▶ **Required action**
Looking at the data below, report how many lines contain "StepEstimate", with no other words.

Records from a collection
<<<<
"""What the hand analysis gives: signal nodes with their working, time constants, steps and methods."""

from __future__ import annotations

from collections.abc import Mapping
from typing import Literal

from msgspec import Struct

WorkingSource = Literal["rule", "loop", "branch", "solved"]
Edge = Literal["f_high", "f_low"]


class Resistance(Struct, frozen=True):
    """One of the resistances in parallel: a part's name ("RC") or a looking-in phrase ("into base of Q1"), in
    ohm."""

    name: str
    ohm: float


class MillerTerm(Struct, frozen=True):
    """One capacitance at a node: it counts as farad·factor there; `gain` is K from this node to its other end.

    text: the line for K as written on paper, empty where the other end is at AC ground. source: "rule", or "solved"
    where the hand gain misses 1 − K by more than 1 %. exact_factor: 1 − K with the exact gain driven from this node.
    """

    part: str
    farad: float
    factor: float
    gain: complex
    text: str = ""
    source: WorkingSource = "rule"
    exact_factor: float = 1.0


class LookingIn(Struct, frozen=True):
    """A driving-point resistance by hand, worked.

    ohm: the value used. rule: name of the rule or form. text: the line as written on paper. source: where `ohm`
    comes from.
    loop_gain: T of the one-loop form. rule_ohm: what the plain rule gives where it was not accepted.
    """

    ohm: float
    rule: str
    text: str
    resistances: tuple[Resistance, ...]
    source: WorkingSource
    loop_gain: float | None = None
    rule_ohm: float | None = None


class InnerLine(Struct, frozen=True):
    """One netlist or inner node of a signal node's row: its own looking-in resistance, Miller terms and exact values.

    node: as it is called on paper. at: its node in the upper network. why: the reason where R·C by hand and the exact
    constant differ by more than 2 %.
    """

    node: str
    at: str
    resistance: LookingIn
    resistance_exact_ohm: float
    capacitances: tuple[MillerTerm, ...]
    capacitance_f: float
    time_constant_s: float
    time_constant_exact_s: float
    why: str = ""


class SignalNode(Struct, frozen=True):
    """One row of the upper budget: nodes joined by mid-band shorts, with the devices' inner nodes folded in.

    name: the netlist's node (unique; "(inside Q2)" appended where two rows would share one).
    title: "base of Q1 (b)". role: what the node is ("base", "collector", "output", …).
    members: all network nodes in it, inner ones included.
    crossing: ρ = x·λ/(Z_nn·H), the relative gain lost if the node is shorted. moment: its signed fraction of Σ|w·τ|.
    in_path: the row counts. lines: one per node that carries capacitance, the dominant one first.
    resistance_hand_ohm, resistance_exact_ohm: of the dominant node.
    time_constant_s (hand), time_constant_exact_s: sums over the lines.
    capacitance_f = time_constant_s / resistance_hand_ohm.
    image: the same node of the other half in a balanced circuit, analysed as half circuits, empty elsewhere.
    second: this row is the second half's, equal to that of its image.
    """

    name: str
    title: str
    role: str
    owner: str
    members: tuple[str, ...]
    crossing: float
    moment: float
    in_path: bool
    lines: tuple[InnerLine, ...]
    resistance_hand_ohm: float
    resistance_exact_ohm: float
    capacitance_f: float
    time_constant_s: float
    time_constant_exact_s: float
    image: str = ""
    second: bool = False


class LowerRow(Struct, frozen=True):
    """One coupling or bypass capacitor (parallel ones taken together), or one inductor that is open at mid-band.

    Hand and exact resistance across it, edge and zero in Hz. henry: of an inductor, whose farad is 0.
    parts: names of the capacitors taken together. in_path: counts in the hand estimate.
    zero_hz: f_k·H(open)/H(short), the zero it makes alone with the other shorts shorted; 0 for a coupling
    capacitor.
    """

    parts: tuple[str, ...]
    title: str
    farad: float
    resistance: LookingIn
    resistance_exact_ohm: float
    edge_hand_hz: float
    edge_exact_hz: float
    zero_hz: float
    in_path: bool
    henry: float = 0.0


class InductorRow(Struct, frozen=True):
    """One inductor that is short at mid-band: H, the resistance that faces it, and L/R in s by hand and exact.

    in_path: counts in the hand estimate.
    """

    part: str
    title: str
    henry: float
    resistance: LookingIn
    resistance_exact_ohm: float
    time_constant_s: float
    time_constant_exact_s: float
    in_path: bool


class StageRow(Struct, frozen=True):
    """One node that all signal crosses, in signal order, with hand and exact gain from the one before.

    around: what the stage's transistor does with others, and feedback around it. why: the reason where hand and exact
    gain differ by more than 2 %. image: the same node of the other half, where half circuits are analysed.
    """

    node: str
    title: str
    role: str
    owner: str
    gain_hand: float | None
    gain_exact: float | None
    elements: tuple[str, ...]
    around: tuple[str, ...] = ()
    why: str = ""
    image: str = ""


class StepEstimate(Struct, frozen=True):
    """The estimate of one edge after one step of the way from paper to the full network; hz is None where there
    is no crossing.

    step: fixed id (lowest, all-nodes, exact-constants, two-coefficients, all-poles, zeros, full). why: reason in
    words.
    """

    edge: Edge
    step: str
    hz: float | None
    why: str


class MethodEstimate(Struct, frozen=True):
    """One classical method's answer for one edge, e.g. "sum of time constants"."""

    edge: Edge
    method: str
    hz: float | None
    recommended: bool = False


class HandEstimate(Struct, frozen=True):
    """All of the hand side.

    part_resistance: hand resistance across each open capacitance, by part name. sigma: b2 / Σ τ_i τ_j over the
    rows that count.
    hand_f_high_hz, hand_f_low_hz: the classical answers: lowest signal node alone, highest capacitor alone.
    no_method: why no method is recommended, by edge.
    """

    nodes: tuple[SignalNode, ...]
    lower: tuple[LowerRow, ...]
    stages: tuple[StageRow, ...]
    part_resistance: Mapping[str, LookingIn]
    steps: tuple[StepEstimate, ...]
    methods: tuple[MethodEstimate, ...]
    sigma: float | None
    hand_f_high_hz: float | None
    hand_f_low_hz: float | None
    inductors: tuple[InductorRow, ...] = ()
    no_method: Mapping[Edge, str] = {}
>>>>
▶ **Your solution**
2